2001 / 30 nov 2017 13:53
Según una crónica de 1806, o sea cuatro años antes del inicio de la guerra de Independencia, se leía: “Los cafés no han servido en México sino para almorzar y formar un rato de tertulia; las disensiones literarias empiezan ya a tener lugar en ellos” (La Gaceta). Si bien los cafés habían nacido en la ciudad a fines de siglo xviii, es en el xix cuando adquieren carta de residencia. El primer local de que se tiene noticia (se habla de otros pero los datos no son confiables) es el Café de Manrique, “establecido en 1789 en la calle del mismo nombre (hoy República de Chile) y que llegó hasta 1911”, refiere Clementina Díaz y de Ovando en su libro.

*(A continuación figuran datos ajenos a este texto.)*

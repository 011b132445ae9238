//! What a proof speaks of: the machine's geometry, the target, and what is known from the start
//! (`FORMAT.md`, section 3).

use dashu_int::IBig;

use crate::exact::interval::{Interval, ONE};
use crate::geometry::Geometry;
use crate::machine::{Chain, Kind};
use crate::proof::{Feature, Part, Place, Quantity};
use crate::wanted::Wanted;

/// Everything that stays the same through one proof.
pub struct Problem<'a> {
    /// The machine's.
    pub chain: &'a Chain,
    /// The links between the chosen frames.
    pub geometry: &'a Geometry,
    /// The target.
    pub wanted: &'a Wanted,
    /// No two origins are farther apart, grains.
    pub rho: IBig,
}

impl Problem<'_> {
    /// Number of moving joints.
    pub fn joints(&self) -> usize {
        self.chain.moving.len()
    }

    /// Kind of the joint, counted from 1, if there is one.
    pub fn kind(&self, joint: u8) -> Option<Kind> {
        let place = usize::from(joint).checked_sub(1)?;
        Some(self.chain.moving.get(place)?.kind)
    }

    /// Whether there is a revolute joint of this number.
    pub fn is_revolute(&self, joint: u8) -> bool {
        self.kind(joint) == Some(Kind::Revolute)
    }

    /// Whether there is a prismatic joint of this number.
    pub fn is_prismatic(&self, joint: u8) -> bool {
        self.kind(joint) == Some(Kind::Prismatic)
    }

    /// The cone, counted from 1, if there is one.
    pub fn cone(&self, cone: u8) -> Option<&crate::wanted::Cone> {
        self.wanted.cones.get(usize::from(cone).checked_sub(1)?)
    }

    /// Whether there is such a feature.
    pub fn has_feature(&self, feature: Feature) -> bool {
        match feature {
            Feature::Origin(joint) | Feature::Axis(joint) => self.kind(joint).is_some(),
            Feature::Tip => true,
            Feature::TipAxis(axis) => axis < 3,
            Feature::Cone(cone) => self.cone(cone).is_some(),
        }
    }

    /// Whether there is such a place.
    pub fn has_place(&self, place: Place) -> bool {
        match place {
            Place::Before(joint) | Place::After(joint) => self.kind(joint).is_some(),
            Place::Base | Place::End | Place::Difference => true,
        }
    }

    /// Whether there is such a quantity.
    pub fn has(&self, quantity: Quantity) -> bool {
        match quantity {
            Quantity::Variable(variable) => {
                (1..=self.chain.variables.len()).contains(&usize::from(variable))
            }
            Quantity::Value(joint) => self.kind(joint).is_some(),
            Quantity::Cosine(joint) | Quantity::Sine(joint) => self.is_revolute(joint),
            Quantity::View(feature, place, _) => self.has_feature(feature) && self.has_place(place),
            Quantity::Radius(feature, joint) => {
                self.has_feature(feature) && self.is_revolute(joint)
            }
            Quantity::Along(feature, cone) | Quantity::Aim(feature, cone) => {
                self.has_feature(feature) && self.cone(cone).is_some()
            }
        }
    }

    /// What is known of a quantity from the start. Variables and joint values depend on the node
    /// and are not asked for here: nothing is known of them.
    pub fn start(&self, quantity: Quantity) -> Interval {
        let unit = || Interval::around_zero(ONE.clone());
        match quantity {
            Quantity::Variable(_) | Quantity::Value(_) => self.within_reach(),
            Quantity::Cosine(_) | Quantity::Sine(_) => unit(),
            Quantity::View(feature, place, part) => self.view(feature, place, part),
            Quantity::Radius(feature, joint) => {
                if feature == Feature::Origin(joint) || feature == Feature::Axis(joint) {
                    Interval::zero()
                } else if is_point(feature) {
                    self.squared_reach()
                } else {
                    Interval::new(IBig::ZERO, ONE.clone())
                }
            }
            Quantity::Along(feature, _) | Quantity::Aim(feature, _) => {
                if is_point(feature) {
                    self.within_reach()
                } else {
                    unit()
                }
            }
        }
    }

    fn view(&self, feature: Feature, place: Place, part: Part) -> Interval {
        if is_point(feature) {
            return self.point(feature, place, part);
        }
        let Some(axis) = axis_of(part) else {
            return Interval::one();
        };
        let unit = |third: usize| {
            if axis == third {
                Interval::one()
            } else {
                Interval::zero()
            }
        };
        match (feature, place) {
            (Feature::Axis(joint), Place::Before(at) | Place::After(at)) if joint == at => unit(2),
            (Feature::TipAxis(number), Place::End) => unit(usize::from(number)),
            (Feature::Cone(cone), Place::End) => match self.cone(cone) {
                Some(cone) => cone.tip[axis].clone(),
                None => Interval::around_zero(ONE.clone()),
            },
            _ => Interval::around_zero(ONE.clone()),
        }
    }

    fn point(&self, feature: Feature, place: Place, part: Part) -> Interval {
        let is_zero = match (feature, place) {
            (Feature::Origin(joint), Place::After(at)) => joint == at,
            (Feature::Origin(joint), Place::Before(at)) if joint == at => {
                self.is_revolute(joint) || matches!(part, Part::X | Part::Y)
            }
            (Feature::Tip, Place::End | Place::Difference) => true,
            _ => false,
        };
        if is_zero {
            return Interval::zero();
        }
        match axis_of(part) {
            Some(axis) if feature == Feature::Tip && place == Place::Base => {
                self.wanted.position[axis].clone()
            }
            Some(_) => self.within_reach(),
            None => self.squared_reach(),
        }
    }

    fn within_reach(&self) -> Interval {
        Interval::around_zero(self.rho.clone())
    }

    fn squared_reach(&self) -> Interval {
        let reach = self.within_reach();
        reach.square().shrink(&ONE)
    }
}

/// Whether a feature is a point; else it is a direction.
pub fn is_point(feature: Feature) -> bool {
    matches!(feature, Feature::Origin(_) | Feature::Tip)
}

/// Which coordinate a part is; `None` for the squared length.
pub fn axis_of(part: Part) -> Option<usize> {
    match part {
        Part::X => Some(0),
        Part::Y => Some(1),
        Part::Z => Some(2),
        Part::Square => None,
    }
}
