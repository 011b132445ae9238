//! Links between the places that a proof's frames choose: `FORMAT.md`, section 2.

use core::array::from_fn;

use dashu_int::IBig;
use dashu_ratio::RBig;

use crate::exact::function;
use crate::exact::interval::{Interval, ONE, ceil, grains};
use crate::machine::{Chain, Link as Stages, Moving};
use crate::proof::Frame;
use crate::space::{self, Matrix, Vector};

/// How a frame is not accepted.
#[derive(Clone, Copy, Debug, PartialEq, Eq)]
pub enum FrameError {
    /// Not one frame for every moving joint.
    Count,
    /// The third axis is not the joint's axis to 10^-6 radians, or the quaternion is zero. Counted
    /// from 1.
    OffAxis(usize),
}

/// A constant: every number within `error` of `middle`, in grains.
#[derive(Clone, Debug)]
pub struct Constant {
    /// What stands for it.
    pub middle: IBig,
    /// How far it may be.
    pub error: IBig,
}

impl Constant {
    /// Any number of `range`.
    pub fn new(range: &Interval) -> Self {
        let middle = (&range.lo + &range.hi) >> 1;
        let error = (&middle - &range.lo).max(&range.hi - &middle);
        Self { middle, error }
    }
}

/// From one place to the next. Lengths and angles in grains.
#[derive(Clone, Debug)]
pub struct Link {
    /// R.
    pub rotation: [[Constant; 3]; 3],
    /// t.
    pub origin: Vector,
    /// R' t.
    pub back: Vector,
    /// t . t
    pub square: Interval,
    /// Upper bound of |t|.
    pub length: IBig,
    /// Upper bound of 2 sin(alpha / 2), how far E moves a unit vector.
    pub chord: IBig,
    /// Upper bound of |e|.
    pub lambda: IBig,
}

/// All links of a chain with chosen frames.
#[derive(Clone, Debug)]
pub struct Geometry {
    /// From link 0 to the one with the tip.
    pub links: Vec<Link>,
    /// Upper bound of the sum of |t| + |e|.
    pub reach: IBig,
}

/// Where a joint's place sits in its joint's frame.
struct Seat {
    /// W's orientation before the small rotation.
    turn: Matrix,
    /// W's origin.
    origin: Vector,
    /// Upper bound of the small rotation's angle.
    delta: IBig,
}

impl Seat {
    fn base() -> Self {
        Self {
            turn: space::identity(),
            origin: space::zero(),
            delta: IBig::ZERO,
        }
    }

    /// `None` if the third axis is off the joint's.
    fn new(joint: &Moving, frame: &Frame) -> Option<Self> {
        if frame.turn == [0; 4] {
            return None;
        }
        let turn = space::of_quaternion(&frame.turn.map(RBig::from));
        let third: [RBig; 3] = from_fn(|i| turn[i][2].clone());
        let axis = &joint.axis;
        let cross: [RBig; 3] = from_fn(|i| {
            let (j, k) = ((i + 1) % 3, (i + 2) % 3);
            &third[j] * &axis[k] - &third[k] * &axis[j]
        });
        if space::inner(&third, axis) <= RBig::ZERO {
            return None;
        }
        // asin(s) <= s + s^3 for 0 <= s <= 1/2, and s is far smaller.
        let sine = Interval::root_of_fraction(&(space::square(&cross) / space::square(axis))).hi;
        let delta = if sine.is_zero() {
            IBig::ZERO
        } else {
            &sine + ceil(&(&sine * &sine * &sine), &(&ONE * &ONE))
        };
        if delta > grains(1_000_000) {
            return None;
        }
        let unit = if delta.is_zero() {
            third.each_ref().map(Interval::of_fraction)
        } else {
            space::unit(axis)
        };
        let shift = Interval::point(grains(frame.shift));
        Some(Self {
            turn: turn
                .each_ref()
                .map(|row| row.each_ref().map(Interval::of_fraction)),
            origin: unit.each_ref().map(|part| part.times(&shift)),
            delta,
        })
    }
}

impl Geometry {
    /// Links of `chain` between the places that `frames` choose. Cost: linear.
    ///
    /// # Errors
    ///
    /// A frame that does not fit its joint.
    pub fn new(chain: &Chain, frames: &[Frame]) -> Result<Self, FrameError> {
        if frames.len() != chain.moving.len() {
            return Err(FrameError::Count);
        }
        let mut seats = vec![Seat::base()];
        for (place, (joint, frame)) in chain.moving.iter().zip(frames).enumerate() {
            seats.push(Seat::new(joint, frame).ok_or(FrameError::OffAxis(place + 1))?);
        }
        seats.push(Seat::base());
        let links: Vec<Link> = chain
            .links
            .iter()
            .zip(seats.windows(2))
            .map(|(stages, ends)| link(stages, &ends[0], &ends[1]))
            .collect();
        let reach = links.iter().map(|link| &link.length + &link.lambda).sum();
        Ok(Self { links, reach })
    }
}

/// The link from the place `from` to `to`, whose joints' frames `stages` join.
fn link(stages: &Stages, from: &Seat, to: &Seat) -> Link {
    let mut turn = space::identity();
    let mut origin = space::zero();
    let mut alpha = &from.delta + &to.delta;
    let mut lambda = IBig::ZERO;
    // Of angular tolerances so far: what follows is moved by that angle times its length.
    let mut loose = IBig::ZERO;
    let mut follow = |matrix: &Matrix, by: &Vector, lambda: &mut IBig, loose: &IBig| {
        *lambda += ceil(&(loose * space::length(by)), &ONE);
        origin = space::add(&origin, &space::apply(&turn, by));
        turn = space::multiply(&turn, matrix);
    };
    for stage in stages {
        for pose in &stage.poses {
            let (matrix, by) = space::frame(pose);
            follow(&matrix, &by, &mut lambda, &loose);
        }
        let angle = stage
            .tolerance_angle
            .enclosure()
            .hi
            .min(function::pi().hi.clone());
        alpha += &angle;
        loose += &angle;
        let half_width = &stage.tolerance_xyz;
        let diagonal = half_width * half_width * RBig::from(3);
        lambda += Interval::root_of_fraction(&diagonal).hi;
    }
    follow(&to.turn, &to.origin, &mut lambda, &loose);
    let back = space::transpose(&from.turn);
    let origin = space::apply(&back, &space::subtract(&origin, &from.origin));
    let turn = space::multiply(&back, &turn);
    let length = space::length(&origin);
    lambda += ceil(&(&from.delta * &length), &ONE);
    Link {
        back: space::apply(&space::transpose(&turn), &origin),
        square: space::dot(&origin, &origin),
        rotation: turn.each_ref().map(|row| row.each_ref().map(Constant::new)),
        chord: chord(&alpha),
        origin,
        length,
        lambda,
    }
}

/// Upper bound of how far a rotation by at most `alpha` moves a unit vector: `2 sin(alpha / 2)`, 2
/// from half a turn on.
fn chord(alpha: &IBig) -> IBig {
    let two = IBig::from(2);
    if *alpha >= function::pi().lo {
        return two * &ONE;
    }
    let half = ceil(alpha, &two);
    function::sine(&Interval::point(half)).hi * two
}
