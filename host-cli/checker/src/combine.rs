//! The rule `sum`: a combination of relations, bounded about the middle of what is known.

use std::collections::BTreeMap;

use dashu_int::{IBig, Sign};

use crate::check::Reason;
use crate::exact::interval::{Interval, ONE, ceil, floor};
use crate::known::Known;
use crate::problem::Problem;
use crate::proof::{Quantity, Relation};
use crate::relation::{Monomial, Unit, polynomial};
use crate::rule;

/// Twice the middle of a quantity, the width of its interval, and twice its coefficient `g`.
struct Part {
    middle: IBig,
    width: IBig,
    slope: IBig,
}

/// Where the combination of `list` confines `quantity`. Without a quantity, the result is empty if
/// the combination cannot hold, else everything: `[-1, 1]` stands for it, as nothing is narrowed.
///
/// With `z = m + d`, twice m and twice d are whole grains. Everything below is four times the
/// combination in cubed grains, so that nothing is rounded before the last division.
pub fn sum(
    problem: &Problem,
    known: &Known,
    list: &[(i64, Relation)],
    quantity: Option<Quantity>,
) -> Result<Interval, Reason> {
    let four = IBig::from(4);
    let unit = &four * &ONE * &ONE;
    let mut range = Interval::zero();
    let mut terms: BTreeMap<Monomial, IBig> = BTreeMap::new();
    for (multiplier, relation) in list {
        let multiplier = IBig::from(*multiplier);
        let part = polynomial(problem, *relation).ok_or(Reason::NoSuch)?;
        range = &range + &part.range.scale(&multiplier).scale(&unit);
        // Brings coefficients to grains.
        let factor = match part.unit {
            Unit::Whole => multiplier * &ONE,
            Unit::Grain => multiplier,
        };
        for term in &part.terms {
            let error = rule::error(known, term, Unit::Grain) * &factor * &four;
            range = &range + &Interval::around_zero(error.clone().max(-error));
            *terms.entry(term.of).or_insert(IBig::ZERO) += &factor * &term.by.middle;
        }
    }
    terms.retain(|_, by| !by.is_zero());
    let mut parts: BTreeMap<Quantity, Part> = BTreeMap::new();
    for monomial in terms.keys() {
        let (a, b) = match *monomial {
            Monomial::One(a) => (a, a),
            Monomial::Two(a, b) => (a, b),
        };
        for quantity in [a, b] {
            parts.entry(quantity).or_insert_with(|| {
                let bound = known.get(quantity);
                Part {
                    middle: &bound.lo + &bound.hi,
                    width: bound.width(),
                    slope: IBig::ZERO,
                }
            });
        }
    }
    // `range` becomes what is left for the linear part: I - p(m) - (products of differences).
    for (monomial, by) in &terms {
        match *monomial {
            Monomial::One(a) => {
                let slope = IBig::from(2) * by * &ONE;
                let part = &mut parts.get_mut(&a).ok_or(Reason::NoSuch)?;
                let value = &slope * &part.middle;
                part.slope += slope;
                range = shift(&range, &value);
            }
            Monomial::Two(a, b) => {
                if a == b && quantity == Some(a) {
                    return Err(Reason::Ambiguous);
                }
                let (one, other) = (&parts[&a], &parts[&b]);
                let value = by * &one.middle * &other.middle;
                let product = by * &one.width * &other.width;
                let slopes = (by * &other.middle, by * &one.middle);
                range = shift(&range, &value);
                range = &range
                    - &if a == b {
                        let zero = IBig::ZERO;
                        Interval::new(zero.clone().min(product.clone()), zero.max(product))
                    } else {
                        Interval::around_zero(product.clone().max(-product))
                    };
                parts.get_mut(&a).ok_or(Reason::NoSuch)?.slope += slopes.0;
                parts.get_mut(&b).ok_or(Reason::NoSuch)?.slope += slopes.1;
            }
        }
    }
    for (of, part) in &parts {
        if Some(*of) != quantity {
            let product = &part.slope * &part.width;
            range = &range - &Interval::around_zero(product.clone().max(-product));
        }
    }
    let Some(quantity) = quantity else {
        return Ok(if range.has_zero() {
            Interval::around_zero(IBig::ONE)
        } else {
            Interval::empty()
        });
    };
    let part = parts.get(&quantity).ok_or(Reason::NotInRelation)?;
    let (slope, range) = match part.slope.sign() {
        _ if part.slope.is_zero() => return Err(Reason::TouchesZero),
        Sign::Positive => (part.slope.clone(), range),
        Sign::Negative => (-&part.slope, -range),
    };
    // Twice z is twice m plus range / slope.
    let twice = IBig::from(2) * &slope;
    let middle = &part.middle * &slope;
    Ok(Interval::new(
        floor(&(&middle + &range.lo), &twice),
        ceil(&(&middle + &range.hi), &twice),
    ))
}

/// `range` less `value`.
fn shift(range: &Interval, value: &IBig) -> Interval {
    Interval::new(&range.lo - value, &range.hi - value)
}
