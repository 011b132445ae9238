//! Rules about directions in the plane of a joint: `angle`, `angle.c` and `sector`.

use crate::check::Reason;
use crate::exact::function;
use crate::exact::interval::Interval;
use crate::known::Known;
use crate::proof::{Feature, Part, Place, Quantity};

/// Directions, about the joint's axis, in which the feature may be seen from `place`.
fn directions(known: &Known, feature: Feature, place: Place) -> Result<Interval, Reason> {
    let seen = |part| known.get(Quantity::View(feature, place, part));
    function::arc(&seen(Part::X), &seen(Part::Y)).ok_or(Reason::TouchesZero)
}

/// Values of the joint that turn where the feature is seen after motion to where before.
pub fn angle(known: &Known, joint: u8, feature: Feature) -> Result<Interval, Reason> {
    let before = directions(known, feature, Place::Before(joint))?;
    let after = directions(known, feature, Place::After(joint))?;
    Ok(values(
        &(&before - &after),
        &known.get(Quantity::Value(joint)),
    ))
}

/// Values of the joint whose cosine and sine are known.
pub fn angle_of_circle(known: &Known, joint: u8) -> Result<Interval, Reason> {
    let [cosine, sine] = [Quantity::Cosine(joint), Quantity::Sine(joint)].map(|q| known.get(q));
    let arc = function::arc(&cosine, &sine).ok_or(Reason::TouchesZero)?;
    Ok(values(&arc, &known.get(Quantity::Value(joint))))
}

/// Hull of the values in `bound` that are in `arc` up to whole turns.
fn values(arc: &Interval, bound: &Interval) -> Interval {
    let (first, last) = function::turns(bound, arc);
    if first > last {
        return Interval::empty();
    }
    let copy = |turns| &function::turn().scale(&turns) + arc;
    Interval::new(copy(first).lo, copy(last).hi).meet(bound)
}

/// A coordinate in the joint's plane from the distance to the axis, the direction seen from the
/// other side, and the joint's value.
pub fn sector(
    known: &Known,
    joint: u8,
    feature: Feature,
    quantity: Quantity,
) -> Result<Interval, Reason> {
    let (before, after) = (Place::Before(joint), Place::After(joint));
    let value = known.get(Quantity::Value(joint));
    let (part, direction) = match quantity {
        Quantity::View(f, place, part) if f == feature && place == before => {
            (part, &directions(known, feature, after)? + &value)
        }
        Quantity::View(f, place, part) if f == feature && place == after => {
            (part, &directions(known, feature, before)? - &value)
        }
        _ => return Err(Reason::NotInRelation),
    };
    let wave = match part {
        Part::X => function::cosine(&direction),
        Part::Y => function::sine(&direction),
        Part::Z | Part::Square => return Err(Reason::NotInRelation),
    };
    let radius = known.get(Quantity::Radius(feature, joint));
    Ok(radius
        .scale(&crate::exact::interval::ONE)
        .root()
        .times(&wave))
}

Lo cierto es que ya desde la primera década del xix había en la ciudad un número importante de cafés. Sin embargo sólo pisamos tierra firme en cuestión de documentación varios años después de la declaración de Independencia y de manera más precisa en el decenio de los treinta. Algunos cafés eran punto de convergencia, como el Café del Sur. Es el establecimiento sobre el que Guillermo Prieto se extiende más es sus espléndidas y coloridas Memorias de mis tiempos, retrato excepcional de la vida y la sociedad capitalinas entre 1828 y 1852. El comercio se hallaba situado en el portal de los Agustinos, a un costado de la Plaza Mayor, en la calle Tlapaleros, y el rubro estaba escrito en una de las vidrieras. En la década de los treinta se reunía allí –dice Prieto– “lo mejor y más granado de nuestra sociedad”.[7] Si lo mejor y más granado es lo que él enumera no andaría muy bien la sociedad postindependentista. Revísese parte de los asistente que enlista Prieto: “Militares retirados y en servicio, tahúres en asueto, vagos consuetudinarios, abogados sin bufete, politiqueros sin ocupación, clérigos mundanos y residuos de cavachuelas, garitos y juzgados civiles y criminales”. Por fortuna, o por un nuevo infortunio, añade en esta lista políticos, toreros, literatos y gente de teatro. Pero los literatos de que habla Prieto son más bien, por lo que expone, aficionados o lectores de literatura que se entusiasmaban con la lírica de los poetas sonoros de la época (Tagle, Navarrete, Couto y Carpio).
El local era escueto y pobre. En su interior había mesas de madera corriente cubiertas de hule y las sillas de tule. Difícilmente entraba la luz a través de las vidrieras. El local tenía dos puertas de entrada y un gran farol entre las dos puertas.